* [STUDY MATERIAL]:

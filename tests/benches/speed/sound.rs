//! The sound that is measured: notes of all registers, one after the other, in a little noise.

use plumbtone_analysis::signals::{Random, Timbre, Tone, add_at, add_noise, sample_count};

/// Length of each note, in seconds.
const NOTE_S: f64 = 1.0;

/// Seeded notes from 40 to 1500 Hz, decaying, some stiff, at 60 dB over white noise.
pub(crate) fn notes(sample_rate_hz: f64, duration_s: f64) -> Vec<f64> {
    let mut random = Random::new(150);
    let mut sound = vec![0.0; sample_count(duration_s, sample_rate_hz)];
    let note = sample_count(NOTE_S, sample_rate_hz);
    for start in (0..sound.len()).step_by(note) {
        let f0 = random.log_between(40.0, 1500.0);
        let b = random.pick(&[0.0, 1e-4, 5e-4]);
        let timbre = Timbre { partials: 128, t60_s: Some((1.0, 8.0)), ..Timbre::default() };
        let tone = Tone::random(&mut random, sample_rate_hz, f0, b, &timbre);
        add_at(&mut sound, start, &tone.render(note));
    }
    add_noise(&mut random, &mut sound, 60.0);
    sound
}
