//! The pitch that a listener hears: the trend of the readings around each, without vibrato, and sharp at steps and bends.
//!
//! Long windows (0.6 s) slide over a piece of pitch, each fitted with a line and, where there is one, a vibrato. A reading
//! is heard as the mean of the trends of those long windows around it that fit best, so that a window which straddles a
//! step does not count. Where no long window fits, short ones (0.15 s) on its left, on its right or around it serve, the
//! best of them.
//!
//! A listener hears a vibrato at the mean of its cents (J. Sundberg, The Science of the Singing Voice, 1987, ch. 8).

use std::collections::VecDeque;

use super::CheckSettings;
use super::ORIGIN_HZ;
use super::fit::{Fit, Wave, mean_variance};
use crate::convert::nearest_index;
use crate::tuning::ratio;

/// Length of long and of short windows, in seconds, and the distance of long ones.
const LONG_S: f64 = 0.6;
const SHORT_S: f64 = 0.15;
const STRIDE_S: f64 = 0.05;
/// How much more a window may leave than the best around the same reading, as a ratio of mean squares, to be averaged in.
const AS_GOOD: f64 = 1.5;
/// How much more a long window may leave than the best short one.
const WORTH_SHORT: f64 = 4.0;
/// Readings of a step at once that end a piece, in cents: more than any vibrato moves from one reading to the next.
const JUMP_CENTS: f64 = 60.0;
/// Frames that the engine refines in, in periods and seconds; overlapping frames say half of a frame's length once.
const FRAME_PERIODS: f64 = 6.5;
const FRAME_S: (f64, f64) = (0.021, 0.171);

/// A reading with a pitch.
#[derive(Debug, Clone, Copy)]
pub(super) struct Point {
    pub(super) position: u64,
    pub(super) time_s: f64,
    /// Pitch in absolute cents.
    pub(super) cents: f64,
    pub(super) sd: f64,
    pub(super) given_hz: Option<f64>,
}

/// What a reading was judged to be heard as.
#[derive(Debug, Clone, Copy)]
pub(super) struct Judged {
    pub(super) point: Point,
    /// Heard pitch in absolute cents, and its deviation.
    pub(super) cents: f64,
    pub(super) sd: f64,
    /// Cents per second.
    pub(super) slope: f64,
    /// The reading less its vibrato, in absolute cents.
    pub(super) without_vibrato: f64,
    /// Rate in Hz and extent in cents.
    pub(super) vibrato: Option<(f64, f64)>,
}

/// The readings of the piece at hand, and the long windows over them.
#[derive(Debug)]
pub(super) struct Hearing {
    hop_s: f64,
    long: usize,
    short: usize,
    stride: usize,
    points: VecDeque<Point>,
    /// Number of the first point kept, within the piece.
    base: usize,
    windows: VecDeque<Window>,
    /// Where the next window starts, and the next point to be judged, within the piece.
    next_window: usize,
    next_point: usize,
    ended: bool,
}

/// A fitted window over the points `start` to `end` of the piece.
#[derive(Debug)]
struct Window {
    start: usize,
    end: usize,
    fit: Fit,
}

impl Hearing {
    pub(super) fn new(settings: &CheckSettings) -> Self {
        let readings = |seconds: f64| nearest_index(seconds / settings.hop_s()).max(2);
        let (long, stride) = (readings(LONG_S), readings(STRIDE_S));
        Self {
            hop_s: settings.hop_s(),
            long,
            short: readings(SHORT_S),
            stride,
            points: VecDeque::with_capacity(2 * long + 2 * stride),
            base: 0,
            windows: VecDeque::with_capacity(2 * long / stride + 4),
            next_window: 0,
            next_point: 0,
            ended: false,
        }
    }

    pub(super) fn last_position(&self) -> Option<u64> {
        self.points.back().map(|point| point.position)
    }

    /// Whether a point is another note than the last.
    pub(super) fn is_jump(&self, point: &Point) -> bool {
        self.points.back().is_some_and(|last| (point.cents - last.cents).abs() > JUMP_CENTS)
    }

    /// Takes in the next point of the piece, or the first of a new one.
    pub(super) fn push(&mut self, point: Point) {
        self.points.push_back(point);
        if self.count() == self.next_window + self.long {
            self.fit(self.next_window);
            self.next_window += self.stride;
        }
    }

    /// Ends the piece; its points are judged with what there is.
    pub(super) fn end_piece(&mut self) {
        let count = self.count();
        if self.ended || count == 0 {
            return;
        }
        self.ended = true;
        let last = self.windows.back().map_or(0, |window| window.end);
        if last < count {
            self.fit(count.saturating_sub(self.long).max(self.base));
        }
    }

    /// The next point whose surroundings are known.
    pub(super) fn next(&mut self) -> Option<Judged> {
        let known = if self.ended { self.count() } else { self.next_window };
        if self.next_point >= known {
            if self.ended {
                self.restart();
            }
            return None;
        }
        let judged = self.judge(self.next_point);
        self.next_point += 1;
        self.forget();
        Some(judged)
    }

    fn count(&self) -> usize {
        self.base + self.points.len()
    }

    fn restart(&mut self) {
        self.points.clear();
        self.windows.clear();
        self.base = 0;
        self.next_window = 0;
        self.next_point = 0;
        self.ended = false;
    }

    /// Drops what no later point needs.
    fn forget(&mut self) {
        // A last window, when the piece ends, reaches back by its whole length.
        let needed = self.next_point.saturating_sub(self.long);
        while self.base < needed && self.points.pop_front().is_some() {
            self.base += 1;
        }
        while self.windows.front().is_some_and(|window| window.end <= self.next_point) {
            self.windows.pop_front();
        }
    }

    fn fit(&mut self, start: usize) {
        let independent = self.independent();
        let end = (start + self.long).min(self.count());
        let points = &self.points.make_contiguous()[start - self.base..end - self.base];
        let fit = Fit::with_vibrato(points, independent);
        self.windows.push_back(Window { start, end, fit });
    }

    /// Readings in a row that say the same thing once.
    fn independent(&self) -> f64 {
        let f0_hz = self.points.back().map_or(ORIGIN_HZ, |p| ORIGIN_HZ * ratio(p.cents));
        let frame_s = (FRAME_PERIODS / f0_hz).clamp(FRAME_S.0, FRAME_S.1);
        (0.5 * frame_s / self.hop_s).max(1.0)
    }

    fn judge(&mut self, at: usize) -> Judged {
        let independent = self.independent();
        let points = self.points.make_contiguous();
        let point = points[at - self.base];
        let around = || self.windows.iter().filter(|w| w.start <= at && w.end > at);
        let least = around().map(|w| w.fit.left).fold(f64::INFINITY, f64::min);
        let short = best_short(points, at - self.base, self.short, independent);
        let best = around().find(|w| w.fit.left <= least);
        let by_short = |short: &Fit| {
            best.is_none_or(|w| w.fit.vibrato.is_none()) && least > WORTH_SHORT * short.left
        };
        if let Some(fit) = short.filter(by_short) {
            return Judged::by(&fit, point);
        }
        let Some(best) = best else { return Judged::alone(point) };
        // Below the noise that the readings state, less is no better.
        let noise = mean_variance(&points[at - self.base..=at - self.base]);
        let as_good = around().filter(|w| w.fit.left <= AS_GOOD * least.max(noise));
        Judged::by_all(as_good.map(|w| &w.fit), &best.fit, point)
    }
}

/// The best line through the readings on the left, around, and on the right; none where readings are too few.
fn best_short(points: &[Point], at: usize, length: usize, independent: f64) -> Option<Fit> {
    let starts = [(at + 1).saturating_sub(length), at.saturating_sub(length / 2), at];
    starts
        .into_iter()
        .filter_map(|start| points.get(start..(start + length).min(points.len())))
        .filter(|window| 2 * window.len() > length)
        .map(|window| Fit::line(window, independent))
        .min_by(|a, b| a.left.total_cmp(&b.left))
}

impl Judged {
    /// Heard as it is read.
    fn alone(point: Point) -> Self {
        Self {
            point,
            cents: point.cents,
            sd: point.sd,
            slope: f64::INFINITY,
            without_vibrato: point.cents,
            vibrato: None,
        }
    }

    fn by(fit: &Fit, point: Point) -> Self {
        Self::by_all([fit].into_iter(), fit, point)
    }

    /// Heard as the mean of several fits, each weighing by its variance; the rest comes from the best.
    fn by_all<'a>(fits: impl Iterator<Item = &'a Fit>, best: &Fit, point: Point) -> Self {
        let (mut sum, mut weights, mut variance) = (0.0, 0.0, f64::INFINITY);
        for fit in fits {
            let here = fit.variance(point.time_s);
            sum += fit.trend(point.time_s) / here;
            weights += 1.0 / here;
            // They share their readings: together they are as sure as the surest.
            variance = variance.min(here);
        }
        let (cents, sd) = if weights > 0.0 {
            (sum / weights, variance.sqrt())
        } else {
            (best.trend(point.time_s), best.variance(point.time_s).sqrt())
        };
        Self {
            point,
            cents,
            sd,
            slope: best.slope,
            without_vibrato: point.cents - best.vibrato_at(point.time_s),
            vibrato: best.vibrato.map(|wave: Wave| (wave.rate_hz, wave.extent())),
        }
    }
}
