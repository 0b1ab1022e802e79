//! What the pitch is compared with: a reference as a function of time.

use super::ORIGIN_HZ;
use super::heard::Judged;
use crate::tuning::{Tuning, cents, ratio};

/// How fast the pitch may move where it is taken as the reference, in cents per second: slower than a struck or plucked
/// tone settles.
const STEADY_CENTS_PER_S: f64 = 25.0;

/// What the heard pitch is compared with.
#[derive(Debug, Clone, PartialEq)]
pub enum Reference {
    /// One frequency in Hz, throughout.
    Frequency(f64),
    /// At each instant the nearest note of the scale.
    Nearest(Tuning),
    /// The first pitch of the sound that holds still.
    First,
    /// The notes expected over time, by rising start; where none is expected nothing is judged.
    Expected {
        /// The notes.
        notes: Vec<Expected>,
        /// How much earlier or later than told a note may begin or end, in seconds. Where that leaves a choice the nearest
        /// note counts.
        leeway_s: f64,
    },
    /// What [`Check::reading_against`](super::Check::reading_against) says with each reading.
    Given,
}

/// A note that is expected.
#[derive(Debug, Clone, Copy, PartialEq)]
pub struct Expected {
    /// Start in seconds from the first sample.
    pub start_s: f64,
    /// End in seconds.
    pub end_s: f64,
    /// Frequency in Hz.
    pub f0_hz: f64,
}

/// Finds the reference of each instant.
#[derive(Debug)]
pub(super) struct Resolver {
    reference: Reference,
    sample_rate_hz: f64,
    /// The longest expected note, in seconds: how far back a note that still sounds may begin.
    longest_s: f64,
    /// The first steady pitch, once heard.
    first_hz: Option<f64>,
}

impl Resolver {
    pub(super) fn new(reference: Reference, sample_rate_hz: f64) -> Self {
        let longest_s = match &reference {
            Reference::Expected { notes, .. } => {
                notes.iter().map(|note| note.end_s - note.start_s).fold(0.0, f64::max)
            }
            _ => 0.0,
        };
        Self { reference, sample_rate_hz, longest_s, first_hz: None }
    }

    /// The one reference of the whole check, where there is one.
    pub(super) fn constant_hz(&self) -> Option<f64> {
        match self.reference {
            Reference::Frequency(hz) => Some(hz),
            Reference::First => self.first_hz,
            _ => None,
        }
    }

    /// Whether a pitch is due at a position at all.
    pub(super) fn is_due(&self, position: u64, given_hz: Option<f64>) -> bool {
        match &self.reference {
            Reference::Expected { .. } => {
                self.around(position as f64 / self.sample_rate_hz, 0.0).next().is_some()
            }
            Reference::Given => given_hz.is_some(),
            _ => true,
        }
    }

    /// The reference for a heard pitch, in Hz.
    pub(super) fn resolve(&mut self, judged: &Judged) -> Option<f64> {
        let heard_hz = ORIGIN_HZ * ratio(judged.cents);
        match &self.reference {
            Reference::Frequency(hz) => Some(*hz),
            Reference::Nearest(tuning) => {
                tuning.nearest(heard_hz).map(|nearest| tuning.frequency_hz(nearest.note))
            }
            Reference::First => {
                if self.first_hz.is_none() && judged.slope.abs() < STEADY_CENTS_PER_S {
                    self.first_hz = Some(heard_hz);
                }
                self.first_hz
            }
            Reference::Expected { leeway_s, .. } => self
                .around(judged.point.time_s, *leeway_s)
                .map(|note| note.f0_hz)
                .min_by(|a, b| off(*a, heard_hz).total_cmp(&off(*b, heard_hz))),
            Reference::Given => judged.point.given_hz.filter(|hz| *hz > 0.0),
        }
    }

    /// The notes expected within `leeway_s` of a time.
    fn around(&self, time_s: f64, leeway_s: f64) -> impl Iterator<Item = &Expected> {
        let notes: &[Expected] = match &self.reference {
            Reference::Expected { notes, .. } => notes,
            _ => &[],
        };
        let from = notes.partition_point(|n| n.start_s < time_s - leeway_s - self.longest_s);
        let to = notes.partition_point(|n| n.start_s <= time_s + leeway_s);
        notes[from.min(to)..to].iter().filter(move |n| n.end_s > time_s - leeway_s)
    }
}

fn off(reference_hz: f64, heard_hz: f64) -> f64 {
    cents(heard_hz / reference_hz).abs()
}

* [DIRECTIONS FOR THIS TASK]:
Within the material above, transcribe exactly the lines that run from the line holding "fn restart(&mut self)" through the line holding "let fit = Fit::with_vibrato(points, independent);".

* [OUTPUT OF THE EXERCISE]:
    fn restart(&mut self) {
        self.points.clear();
        self.windows.clear();
        self.base = 0;
        self.next_window = 0;
        self.next_point = 0;
        self.ended = false;
    }

    /// Drops what no later point needs.
    fn forget(&mut self) {
        // A last window, when the piece ends, reaches back by its whole length.
        let needed = self.next_point.saturating_sub(self.long);
        while self.base < needed && self.points.pop_front().is_some() {
            self.base += 1;
        }
        while self.windows.front().is_some_and(|window| window.end <= self.next_point) {
            self.windows.pop_front();
        }
    }

    fn fit(&mut self, start: usize) {
        let independent = self.independent();
        let end = (start + self.long).min(self.count());
        let points = &self.points.make_contiguous()[start - self.base..end - self.base];
        let fit = Fit::with_vibrato(points, independent);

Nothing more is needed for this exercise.